On through the blackness, shrouding the long avenue of Tlacopan, moved the retreat. Here they stumbled over the corpse of some dead Aztec, there they could distinguish the dark heaps of slain marking some fiercely contested point of the recent fighting. To their excited imaginations it seemed as though these must rise up and betray them. The shadowy ruins of fire-scathed buildings seemed again peopled with flitting forms, and, as they crossed one after another of the canals, the ebon water seemed alive with swarming paddles. But they passed on as unmolested by the living as by the dead, until at length a lighter space between the buildings in front of them announced to the van-guard that the causeway was at hand. As they drew aside to allow the men of Margarino room in which to advance and place their bridge, they felt that the worst of the perilous retreat was over, and could hardly restrain the shouts that would have proclaimed their joy.
Suddenly a shrill cry, chilling the blood in their veins, rose from close beside them. There was a sound of flying footsteps, and the alarm was echoing and re-echoing through the wind-swept streets with an ever-increasing clamor. The priests, watching their fires on top of tall teocals, caught the cry of the flying sentinels and spread the alarm with sounding blasts upon their conch-shells. Now, from the desolated heights of Huitzil's temple, the solemn booming of the great serpent drum, only sounded in times of gravest moment, vibrated through the remotest comers of the city and far out over the waters surrounding it. Red beacon flames sprang from the top of every temple, warning the whole valley that the time of the crisis had come.
"Tlacopan! Tlacopan!" was shouted in frenzied tones through every street and into every house of the sleeping city, and this single word named the rallying point.
With desperate haste Margarino and his men laid their bridge. No longer was there need of silence or concealment. Flight, instant and rapid, was the sole animating thought of the whole army. Sandoval, on prancing Motilla, was the first to test its strength, and after him streamed the eager troops. To the vanguard hastening forward without opposition, safety still seemed within reach; but to the rear, impatiently awaiting the movement of those before them, the night was filled with ominous rushings and sounds denoting the gathering of a mighty host. By the fitful glare of the lofty beacons, now streaming through the upper darkness from all parts of the city, they caught glimpses of hurrying forms and glintings of angry weapons.

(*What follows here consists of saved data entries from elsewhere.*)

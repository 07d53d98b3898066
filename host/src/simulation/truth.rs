//! The one way out for what was really true: a table that only tests and judges read.

use std::{
    fs::File,
    io::{self, Write},
    path::Path,
};

use super::camera::Shot;
use crate::text::utc;

/// Writes `truth.csv`: `frame,start_utc,end_utc,true_volts,disturbed`.
#[derive(Debug)]
pub struct Truth {
    file: File,
}

impl Truth {
    /// A new table.
    ///
    /// # Errors
    /// What the system says.
    pub fn create(path: &Path) -> io::Result<Self> {
        let mut file = File::create(path)?;
        writeln!(file, "frame,start_utc,end_utc,true_volts,disturbed")?;
        Ok(Self { file })
    }

    /// Adds a frame; `zero_utc_ns` is UTC at the world's zero.
    ///
    /// # Errors
    /// What the system says.
    pub fn add(&mut self, shot: &Shot, zero_utc_ns: i64) -> io::Result<()> {
        let truth = &shot.truth;
        writeln!(
            self.file,
            "{},{},{},{:.6},{}",
            shot.name,
            utc(zero_utc_ns + truth.start_ns),
            utc(zero_utc_ns + truth.end_ns),
            truth.volts,
            u8::from(truth.disturbed)
        )
    }
}
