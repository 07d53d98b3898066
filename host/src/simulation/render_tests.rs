//! Rings in the picture against the physics, below a pixel.

use super::{
    super::camera::{CameraSetup, ShotTruth},
    *,
};

fn quiet(screen: Screen) -> Optics {
    Optics {
        screen,
        material: Material::Graphite,
        model: Model::Powder,
        glass: None,
        camera_distance: 0.0,
        pixels_per_metre: 8_000.0,
        width: 640,
        height: 480,
        axis: (320.0, 240.0),
        field_tesla: (0.0, 0.0),
        spot_metres: 0.28e-3,
        crystal_metres: 12e-9,
        six_fold: None,
        ring_grey: 85.0,
        stray_grey: 0.0,
        noise_grey: 0.0,
        dead_patches: Vec::new(),
        lamp: false,
    }
}

fn shot(light: &[(f64, f64)]) -> Shot {
    Shot {
        name: "frame00001".to_owned(),
        number: 1,
        stated_start_ns: 0,
        stated_exposure_seconds: CameraSetup::default().exposure_seconds,
        light: light.iter().map(|(volts, share)| Light { volts: *volts, share: *share }).collect(),
        lamp: 0.5,
        truth: ShotTruth { start_ns: 0, end_ns: 1, volts: 0.0, disturbed: false },
    }
}

/// Middle of the line nearest to a radius, pixels, from the mean over all directions: the light above the straight line
/// between its feet.
fn ring_pixels(optics: &Optics, picture: &[u8], centre: (f64, f64), near: f64) -> f64 {
    let half = 8.0;
    let at = |radius: f64| {
        let count = 720;
        let sum: f64 = (0..count)
            .map(|index| {
                let angle = std::f64::consts::TAU * f64::from(index) / f64::from(count);
                bilinear(optics, picture, (centre.0 + radius * angle.cos(), centre.1 + radius * angle.sin()))
            })
            .sum();
        sum / f64::from(count)
    };
    let feet = (at(near - half), at(near + half));
    let (mut sum, mut weight) = (0.0, 0.0);
    for step in 0..=160 {
        let off = -half + 0.1 * f64::from(step);
        let light = at(near + off) - feet.0 - (feet.1 - feet.0) * (off + half) / (2.0 * half);
        sum += light * off;
        weight += light;
    }
    near + sum / weight
}

fn bilinear(optics: &Optics, picture: &[u8], at: (f64, f64)) -> f64 {
    let (x, y) = (at.0.floor(), at.1.floor());
    let (u, v) = (at.0 - x, at.1 - y);
    let pixel = |dx: usize, dy: usize| f64::from(picture[(y as usize + dy) * optics.width as usize + x as usize + dx]);
    (1.0 - v) * ((1.0 - u) * pixel(0, 0) + u * pixel(1, 0)) + v * ((1.0 - u) * pixel(0, 1) + u * pixel(1, 1))
}

const FLAT: Screen = Screen::Flat { to_screen: 0.140 };
const BULB: Screen = Screen::Bulb { radius: 0.066, to_screen: 0.130 };

/// Radii in millimetres from an independent computation (a = 0.2461 nm, CODATA 2018 and 2022 agree to these digits):
/// powder rings 10 and 11 on a flat screen at 140 mm, and on a bulb of 66 mm radius with the film 130 mm behind its apex.
const COMPUTED: [(f64, Screen, f64, f64); 6] = [
    (2_500.0, FLAT, 16.1729, 28.2956),
    (3_500.0, FLAT, 13.6424, 23.7989),
    (5_000.0, FLAT, 11.3935, 19.8327),
    (2_500.0, BULB, 14.8229, 25.2589),
    (3_500.0, BULB, 12.5506, 21.4877),
    (5_000.0, BULB, 10.5111, 18.0593),
];

#[test]
fn rings_lie_where_physics_puts_them() {
    for (volts, screen, first, second) in COMPUTED {
        let optics = quiet(screen);
        let picture = render(&optics, &shot(&[(volts, 1.0)]), 1);
        for millimetres in [first, second] {
            let expected = 8.0 * millimetres;
            if expected > 228.0 {
                continue; // beyond the picture's upper edge
            }
            let found = ring_pixels(&optics, &picture, optics.axis, expected);
            // The haze's slope and the grey values' steps move the middle by some hundredths of a pixel.
            assert!((found - expected).abs() < 0.08, "{volts} {screen:?}: {found} against {expected}");
        }
    }
}

#[test]
fn a_ring_of_two_voltages_lies_between_theirs() {
    let optics = quiet(FLAT);
    let one = |volts: f64| {
        let picture = render(&optics, &shot(&[(volts, 1.0)]), 1);
        ring_pixels(&optics, &picture, optics.axis, 8.0 * 13.65)
    };
    let picture = render(&optics, &shot(&[(3_480.0, 0.5), (3_520.0, 0.5)]), 1);
    let both = ring_pixels(&optics, &picture, optics.axis, 8.0 * 13.65);
    assert!((both - 0.5 * (one(3_480.0) + one(3_520.0))).abs() < 0.05);
}

#[test]
fn the_earths_field_moves_the_pattern_and_not_its_radii() {
    let optics = Optics { field_tesla: (50e-6, -20e-6), ..quiet(FLAT) };
    // By hand: p = 2.7047e-23 kg m/s at 2.5 kV bends in 50 uT with a radius of 3.376 m, which is 2.903 mm over 140 mm;
    // 2.050 mm at 5 kV.
    let (x, y) = centre(&optics, 2_500.0);
    assert!((x - 320.0 - 8.0 * 2.903).abs() < 0.01, "{x}");
    assert!((y - 240.0 + 8.0 * 2.903 * 0.4).abs() < 0.01, "{y}");
    assert!((centre(&optics, 5_000.0).0 - 320.0 - 8.0 * 2.050).abs() < 0.01);
    let picture = render(&optics, &shot(&[(2_500.0, 1.0)]), 1);
    let found = ring_pixels(&optics, &picture, (x, y), 8.0 * 16.1729);
    assert!((found - 8.0 * 16.1729).abs() < 0.08, "{found}");
}

#[test]
fn glass_and_distance_are_what_the_corrections_take_out() {
    let glass = Some(Glass { thickness: 1.5e-3, index: 1.5 });
    let near = Optics { glass, camera_distance: 0.4, ..quiet(BULB) };
    for radius in [0.008, 0.0148, 0.0253] {
        let apparent = apparent_radius(&near, radius).unwrap();
        // Back again with the corrections that a person would apply, in the other order.
        let perspective = viewing::perspective(0.066, radius, 0.4).unwrap();
        let back = viewing::bulb_glass(0.066, 1.5e-3, 1.5, apparent * perspective).unwrap();
        assert!((back / radius - 1.0).abs() < 1e-9, "{radius}: {back}");
    }
    // Glass magnifies by 0.77 % at 16 mm; 28 mm on a bulb of 66 mm looks 1.55 % smaller from 0.4 m.
    let far = Optics { glass, ..quiet(BULB) };
    assert!((apparent_radius(&far, 0.016).unwrap() / 0.016 - 1.0077).abs() < 3e-4);
    let bare = Optics { camera_distance: 0.4, ..quiet(BULB) };
    assert!((0.028 / apparent_radius(&bare, 0.028).unwrap() - 1.0155).abs() < 2e-4);
}

#[test]
fn the_same_frame_is_drawn_the_same_and_another_differently() {
    let optics = Optics { noise_grey: 1.3, stray_grey: 12.0, ..quiet(BULB) };
    let lit = shot(&[(3_000.0, 1.0)]);
    assert_eq!(render(&optics, &lit, 5), render(&optics, &lit, 5));
    assert_ne!(render(&optics, &lit, 5), render(&optics, &lit, 6));
    assert_ne!(render(&optics, &lit, 5), render(&optics, &Shot { number: 2, ..lit }, 5));
}

#[test]
fn without_a_beam_the_picture_is_dark() {
    let optics = Optics { noise_grey: 1.3, stray_grey: 12.0, ..quiet(BULB) };
    let picture = render(&optics, &shot(&[]), 1);
    let mean = picture.iter().map(|grey| f64::from(*grey)).sum::<f64>() / picture.len() as f64;
    assert!((mean - 18.0).abs() < 0.5, "{mean}");
    assert!(picture.iter().all(|grey| *grey < 40));
}

#[test]
fn dead_patches_spots_and_lamp_show() {
    let at = |picture: &[u8], x: usize, y: usize| picture[y * 640 + x];
    let lit = shot(&[(2_500.0, 1.0)]);
    let optics = Optics { lamp: true, ..quiet(BULB) };
    let whole = render(&optics, &lit, 1);
    assert!(at(&whole, 36, 36).abs_diff(96) <= 12 && at(&whole, 80, 36).abs_diff(114) <= 12);
    let ring = (320 + 119, 240);
    let dead = DeadPatch { centre: (439.0, 240.0), radius: 6.0, left: 0.1 };
    let damaged = render(&Optics { dead_patches: vec![dead], ..optics.clone() }, &lit, 1);
    assert!(at(&damaged, ring.0, ring.1) * 3 < at(&whole, ring.0, ring.1));
    let spots = render(&Optics { six_fold: Some(0.0), ..optics }, &lit, 1);
    let between = (320.0 + 119.0 * 30f64.to_radians().cos(), 240.0 + 119.0 * 30f64.to_radians().sin());
    assert!(at(&spots, ring.0, ring.1) > 3 * at(&spots, between.0 as usize, between.1 as usize));
}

Mesa's grim gunners blew the matches, kept dry beneath their cloaks, into brighter flame and chuckled hoarsely as they thought of the havoc their falconets would make when once turned loose.
The advanced guard had crossed the bridge and the dense squadrons of the centre, with the heavy guns, ammunition wagons, baggage, treasure, prisoners, and wounded, were passing it when the storm broke. First a few stones and arrows rattled on the mail of the cavaliers, or pricked the naked Tlascalans. Then the dark waters of the lake were smitten by the dip of ten thousand angry paddles, as though by the fierce breath of a whirlwind. The sprinkle of stones and arrows increased to a tempest of hissing missiles. The dark lines of on-rushing canoes dashed against the very rocks of the causeway, while their occupants, leaping out, threw themselves, with reckless ferocity, upon the retreating troops. The shrieks of wounded and dying men began to rise from the hurrying column and the despairing cries of others, overthrown and dragged to the canoes. Above all and drowning all, rose the shrill, exultant yell of "Tlacopan! Tlacopan!" made, for the time being, the Aztec war-cry and taken up by a myriad of fresh voices with each passing minute.
From the distant rear came the roar of Mesa's guns. There the cowardly enemy will be checked at any rate! But they are not. No longer do belching cannon nor levelled lances possess any terror for those whom the war-like Cuitlahua leads to battle.
As hundreds were mowed down by the storm of iron balls, thousands leaped into their places. So irresistibly furious was the Aztec advance that ere the deadly falconets could be reloaded, Mesa, his men, and his guns, were overwhelmed, and swept out of sight, as though beneath the overpowering mass of an alpine avalanche. Alvarado and his handful of cavaliers, who had charged again and again into the fiercely swelling tide of foemen, supporting the guns as long as any were left, now turned, and fled across the narrow bridge.
While these events were taking place with frightful rapidity in the rear, the advance had reached, and were halted by, the second opening in the causeway. Galled by the incessant attacks of their swarming adversaries, and with their own swords rendered well-nigh useless by the cramped space into which they were crowded, these sent back message after message imploring Margarino to hasten forward with the bridge. But the bridge would never be brought forward. Its timbers had become so wedged among the stones of the causeway, by the weight of ponderous guns and mail-clad troops, that not all the efforts of Margarino's sturdy men could move them. Desperately they tugged and strained, but in vain. The bridge was as immovable as the causeway itself. Even as they fulfilled their pledge never to move forward without the bridge, the exulting foe leaped upon them. For a few minutes there was a fierce conflict. Then the seething Aztec flood rolled on, sweeping over Margarino and his men, as it had over Mesa and his guns.